• _RECORDED DATA_:

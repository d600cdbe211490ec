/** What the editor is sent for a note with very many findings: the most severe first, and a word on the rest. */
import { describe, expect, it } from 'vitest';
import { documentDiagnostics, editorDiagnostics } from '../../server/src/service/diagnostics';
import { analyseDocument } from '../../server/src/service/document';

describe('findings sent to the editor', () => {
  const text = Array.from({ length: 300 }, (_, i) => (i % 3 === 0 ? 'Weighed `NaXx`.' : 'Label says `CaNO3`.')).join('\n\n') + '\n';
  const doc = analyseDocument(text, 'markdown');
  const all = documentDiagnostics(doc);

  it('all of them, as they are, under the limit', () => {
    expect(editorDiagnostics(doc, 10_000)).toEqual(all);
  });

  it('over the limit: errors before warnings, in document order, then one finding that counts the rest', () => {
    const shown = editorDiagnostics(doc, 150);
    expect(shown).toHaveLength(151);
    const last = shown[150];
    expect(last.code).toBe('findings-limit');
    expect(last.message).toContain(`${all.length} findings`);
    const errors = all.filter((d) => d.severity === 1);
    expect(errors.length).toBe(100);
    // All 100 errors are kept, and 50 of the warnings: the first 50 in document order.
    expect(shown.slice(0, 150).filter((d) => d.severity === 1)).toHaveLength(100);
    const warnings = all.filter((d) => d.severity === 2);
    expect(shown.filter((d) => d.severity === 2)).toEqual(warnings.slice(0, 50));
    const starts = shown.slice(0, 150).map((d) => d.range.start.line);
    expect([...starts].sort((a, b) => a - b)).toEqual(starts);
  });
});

• _AIM OF THE TASK_:
Tell how many lines of the material above hold "warnings", answering with a bare number.

• _THE COMPLETED TASK_:
4